--- WORK REQUEST ---
Lines from the entries below that hold "documentMirror" form the answer; copy all of them.

--- GIVEN RECORDS ---
>>>

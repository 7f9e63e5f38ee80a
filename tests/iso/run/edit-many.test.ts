/** Edits on whole runs and lines: several rows, a run turned round, the opposite hand, a line put into another. */
import { describe, expect, it } from "vitest";
import { buildModel } from "../../../iso/run/build-model";
import { parseRunDocument, type Point, type RunDocument } from "../../../iso/run/document";
import { newPoint, pointUpdate } from "../../../iso/run/edit";
import type { EditResult } from "../../../iso/run/edit-result";
import { entryNegate, offsetSigned } from "../../../iso/run/entry-words";
import { lineInsert } from "../../../iso/run/insert-line";
import { emptyMarks } from "../../../iso/run/marks";
import { documentMirror } from "../../../iso/run/mirror";
import type { Model } from "../../../iso/run/model-types";
import { pointsInsert, pointsMove, pointsRemove } from "../../../iso/run/reorder";
import { runReverse } from "../../../iso/run/reverse";
import { end, flange, joint, pipe, reducer, RunBuilder, tee, valve } from "../../fixtures/run-builder";
import { branchWithReducer, firstRun, metricLine, planarOffset, sampleRuns } from "../../fixtures/sample-runs";

const MM = 6;
const ids = (document: RunDocument): string[] => document.runs[0]!.points.map((p) => p.id);
const build = (document: RunDocument): Model => buildModel(document, emptyMarks(), []);
const done = (result: EditResult): RunDocument => {
  if (!result.ok) throw new Error(result.message);
  expect(parseRunDocument(result.document)).toEqual({ ok: true, document: result.document });
  return result.document;
};
/** Working points; an eccentric reducer's lies on the line that arrives, so the other way round it is its other one. */
const places = (model: Model): Record<string, readonly number[]> => {
  const eccentric = new Set(model.components.filter((c) => c.kind === "reducer-eccentric").map((c) => c.pointId));
  return Object.fromEntries(model.nodes.filter((n) => !eccentric.has(n.pointId)).map((n) => [n.pointId, n.position]));
};
/** Cut lengths by what the piece lies between, whichever way it is walked. */
const cuts = (model: Model): string[] => model.pieces.map((p) => `${p.nps} ${p.cutLengthMm.toFixed(MM)} ${[p.ends[0].jointKey, p.ends[1].jointKey].sort().join(" ")}`).sort();
const point = (id: string): Point => ({ ...newPoint(id), offset: { kind: "enu", e: { text: "", mm: 300 }, n: { text: "", mm: 0 }, u: { text: "", mm: 0 } } });

describe("several rows", () => {
  it("go in together, refuse ids in use, come out together", () => {
    const grown = pointsInsert(firstRun, "main", 2, [point("x"), point("y")]);
    expect(ids(grown)).toEqual(["p1", "p2", "x", "y", "p3", "p4", "p5"]);
    expect(pointsInsert(firstRun, "main", 2, [point("x"), point("p1")])).toBe(firstRun);
    expect(ids(pointsRemove(grown, ["x", "y", "p1"]))).toEqual(["p2", "p3", "p4", "p5"]);
  });

  it("move as a block up and down; what is not there changes nothing", () => {
    expect(ids(pointsMove(firstRun, "main", 1, 2, 3))).toEqual(["p1", "p4", "p5", "p2", "p3"]);
    expect(ids(pointsMove(firstRun, "main", 3, 2, 0))).toEqual(["p4", "p5", "p1", "p2", "p3"]);
    expect(pointsMove(firstRun, "main", 3, 2, 4)).toBe(firstRun);
    expect(pointsMove(firstRun, "main", 1, 0, 2)).toBe(firstRun);
  });
});

describe("a run turned round", () => {
  it("leaves every working point of every sample where it was, and every cut length what it was", () => {
    for (const document of Object.values(sampleRuns)) {
      const turned = done(runReverse(document, document.runs[0]!.id));
      const [before, after] = [build(document), build(turned)];
      for (const [id, position] of Object.entries(places(before))) places(after)[id]!.forEach((mm, i) => expect(mm).toBeCloseTo(position[i]!, MM));
      expect(cuts(after)).toEqual(cuts(before));
      expect(after.joints.map((j) => j.key).sort()).toEqual(before.joints.map((j) => j.key).sort());
      expect(cuts(build(done(runReverse(turned, turned.runs[0]!.id))))).toEqual(cuts(before));
    }
  });

  it("carries the typed words, the provenance and the second reading to the point the leg now ends at", () => {
    const measured = pointUpdate(firstRun, "p2", { provenance: { kind: "measured", toleranceMm: 2, by: "A", at: null, second: { text: "x", mm: 5 } } });
    const points = done(runReverse(measured, "main")).runs[0]!.points;
    expect(points.map((p) => p.id)).toEqual(["p5", "p4", "p3", "p2", "p1"]);
    expect(points[4]).toMatchObject({ id: "p1", flipped: true, provenance: { kind: "measured", by: "A" }, offset: { kind: "polar", direction: { text: "W", e: -1 }, length: { text: `3' 1 1/2"` } } });
    expect(points[0]).toMatchObject({ id: "p5", provenance: { kind: "calculated" }, offset: { kind: "absolute" } });
  });

  it("turns what has a sense: places, gasket side, check valve, sizes and an eccentric's two lines", () => {
    const document = new RunBuilder("R-1", "imperial", { pipe: pipe("6") }).start(flange())
      .go("E", `5'`, valve({ valve: "check" }), { places: { in: "field" } }).go("E", `5'`, reducer("4", "eccentric", "D")).go("E", `5'`, flange({ gasketSide: "before" })).go("E", `5'`, end("open", "X")).done();
    const turned = done(runReverse(document, "main"));
    const [, pair, red, check] = turned.runs[0]!.points;
    expect(pair!.item).toMatchObject({ gasketSide: "after" });
    expect(red!.item).toMatchObject({ toNps: "6", flat: "D" });
    expect(check).toMatchObject({ places: { out: "field" }, item: { against: true } });
    expect(turned.runs[0]!.pipe).toMatchObject({ nps: "4" });
    const [before, after] = [build(document), build(turned)];
    expect(cuts(after)).toEqual(cuts(before));
    for (const id of ["p1", "p2", "p4", "p5"]) places(after)[id]!.forEach((mm, i) => expect(mm).toBeCloseTo(places(before)[id]![i]!, MM));
    expect(build(done(runReverse(turned, "main"))).pieces.map((p) => p.cutLengthMm)).toEqual(before.pieces.map((p) => expect.closeTo(p.cutLengthMm, MM)));
    expect(done(runReverse(turned, "main")).runs[0]!.pipe).toBeNull();
  });

  it("starts specification and insulation from the other side", () => {
    const document = pointUpdate(firstRun, "p3", { starts: { specification: "B2", insulation: "50 mm" } });
    const points = done(runReverse(document, "main")).runs[0]!.points;
    expect(points[0]!.starts).toEqual({ specification: "B2", insulation: "50 mm" });
    expect(points[2]!.starts).toEqual({ specification: firstRun.settings.pipe.specification, insulation: "" });
  });

  it("says what cannot be turned round", () => {
    expect(runReverse(branchWithReducer, branchWithReducer.runs[1]!.id)).toMatchObject({ ok: false, message: expect.stringContaining("must leave from there") });
    const half = pointUpdate(firstRun, "p3", { item: { kind: "coupling", half: true } });
    expect(runReverse(half, "main")).toMatchObject({ ok: false, message: expect.stringContaining("half coupling") });
    expect(runReverse(firstRun, "nobody").ok).toBe(false);
  });
});

describe("the opposite hand", () => {
  it("mirrors every point about the plane, keeps every cut, and says whose hand it is", () => {
    for (const document of Object.values(sampleRuns)) {
      const mirrored = documentMirror(document, "E");
      expect(parseRunDocument(mirrored).ok).toBe(true);
      const [before, after] = [build(document), build(mirrored)];
      for (const [id, [e, n, u]] of Object.entries(places(before))) {
        [-e!, n!, u!].forEach((mm, i) => expect(places(after)[id]![i]).toBeCloseTo(mm, MM));
      }
      expect(cuts(after)).toEqual(cuts(before));
      expect(mirrored.title).toBe(`OPPOSITE HAND OF ${document.number}`);
      expect(documentMirror(mirrored, "E").runs).toEqual(document.runs);
    }
  });

  it("turns stems, bolt turns and typed directions along", () => {
    const document = new RunBuilder("O-1").start(flange({ boltHoles: { turnDeg: 22.5, from: "W" } })).go("N30E", `5'`, valve({ stem: "E" })).go("N30E", `5'`, end("open", "X")).done();
    const points = documentMirror({ ...document, view: 1 }, "E").runs[0]!.points;
    expect(points[0]!.item).toMatchObject({ boltHoles: { turnDeg: 337.5, from: "E" } });
    expect(points[1]).toMatchObject({ item: { stem: "W" }, offset: { direction: { text: "N30W" } } });
    expect(documentMirror({ ...document, view: 1 }, "E").view).toBe(2);
  });
});

describe("another line put in", () => {
  const other = new RunBuilder("O-9").start(end("open", "")).go("U", `4'`, tee()).go("U", `4'`, flange()).branch(2).go("N", `3'`, flange()).done();
  let serial = 0;
  const makeId = () => `i${(serial += 1)}`;

  it("goes on from the end of a run, its first point on it, its branches along", () => {
    const host = new RunBuilder("H-1").start(flange()).go("E", `10'`, end("open", "")).done();
    const joined = done(lineInsert({ ...host, notes: ["A"] }, { ...other, notes: ["A", "B"] }, { as: "continue", pointId: "p2" }, makeId));
    expect(joined.runs.map((r) => r.points.length)).toEqual([4, 1]);
    expect(joined.notes).toEqual(["A", "B"]);
    expect(joined.runs[0]!.points[1]!.item).toEqual({ kind: "none" });
    expect(places(build(joined))[joined.runs[0]!.points[3]!.id]).toEqual([3048, 0, expect.closeTo(2438.4, MM)]);
    expect(build(joined).problems.filter((p) => p.severity === "stop")).toEqual([]);
  });

  it("leaves as a branch from a free tee and nowhere else", () => {
    const host = new RunBuilder("H-2").start(flange()).go("E", `10'`, tee()).go("E", `10'`, flange()).done();
    const joined = done(lineInsert(host, other, { as: "branch", pointId: "p2" }, makeId));
    expect(joined.runs.map((r) => r.from)).toEqual([null, "p2", joined.runs[1]!.points[0]!.id]);
    expect(build(joined).problems.filter((p) => p.severity === "stop")).toEqual([]);
    expect(lineInsert(joined, other, { as: "branch", pointId: "p2" }, makeId)).toMatchObject({ ok: false, message: expect.stringContaining("taken") });
    expect(lineInsert(host, other, { as: "branch", pointId: "p1" }, makeId).ok).toBe(false);
    expect(lineInsert(host, other, { as: "continue", pointId: "p2" }, makeId).ok).toBe(false);
    expect(lineInsert(host, other, { as: "continue", pointId: "p3" }, () => "p1")).toMatchObject({ ok: false });
  });

  it("of other units keeps its lengths and is typed anew", () => {
    const host = new RunBuilder("H-3", "imperial", { pipe: metricLine.settings.pipe }).start(flange()).go("E", `10'`, joint).done();
    const joined = done(lineInsert(host, metricLine, { as: "continue", pointId: "p2" }, makeId));
    const lengths = build(metricLine).legs.map((l) => l.lengthMm);
    expect(build(joined).legs.map((l) => l.lengthMm).slice(-lengths.length)).toEqual(lengths.map((mm) => expect.closeTo(mm, MM)));
  });

  it("refuses another size at the joining point", () => {
    const host = new RunBuilder("H-4", "imperial", { pipe: pipe("6") }).start(flange()).go("E", `10'`, end("open", "")).done();
    expect(lineInsert(host, other, { as: "continue", pointId: "p2" }, makeId)).toMatchObject({ ok: false, message: expect.stringContaining("reducer") });
  });
});

describe("typed words", () => {
  it("turn with the number: feet, inches, directions, slopes", () => {
    expect(entryNegate({ text: `3' 1 1/2"`, mm: 952.5 }, "imperial")).toEqual({ text: `-3' 1 1/2"`, mm: -952.5 });
    expect(entryNegate({ text: "-775", mm: -775 }, "metric")).toEqual({ text: "775", mm: 775 });
    const sloped = offsetSigned({ kind: "slope", direction: { text: "E", e: 1, n: 0, u: 0 }, length: { text: "10'", mm: 3048 }, slope: { text: "1:100", ratio: 0.01 } }, [-1, -1, -1], "imperial");
    expect(sloped).toMatchObject({ direction: { text: "W", e: -1 }, slope: { text: "-1:100", ratio: -0.01 } });
    expect(offsetSigned(planarOffset.runs[0]!.points[2]!.offset, [1, 1, 1], "imperial")).toEqual(planarOffset.runs[0]!.points[2]!.offset);
    expect(offsetSigned({ kind: "polar", direction: { text: "045/30", e: 0.6123724356957945, n: 0.6123724356957946, u: 0.5 }, length: { text: "1", mm: 1 } }, [-1, -1, -1], "metric")).toMatchObject({ direction: { text: "225/-30" } });
  });
});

<<<

--- EXERCISE SOLUTION ---
import { documentMirror } from "../../../iso/run/mirror";
      const mirrored = documentMirror(document, "E");
      expect(documentMirror(mirrored, "E").runs).toEqual(document.runs);
    const points = documentMirror({ ...document, view: 1 }, "E").runs[0]!.points;
    expect(documentMirror({ ...document, view: 1 }, "E").view).toBe(2);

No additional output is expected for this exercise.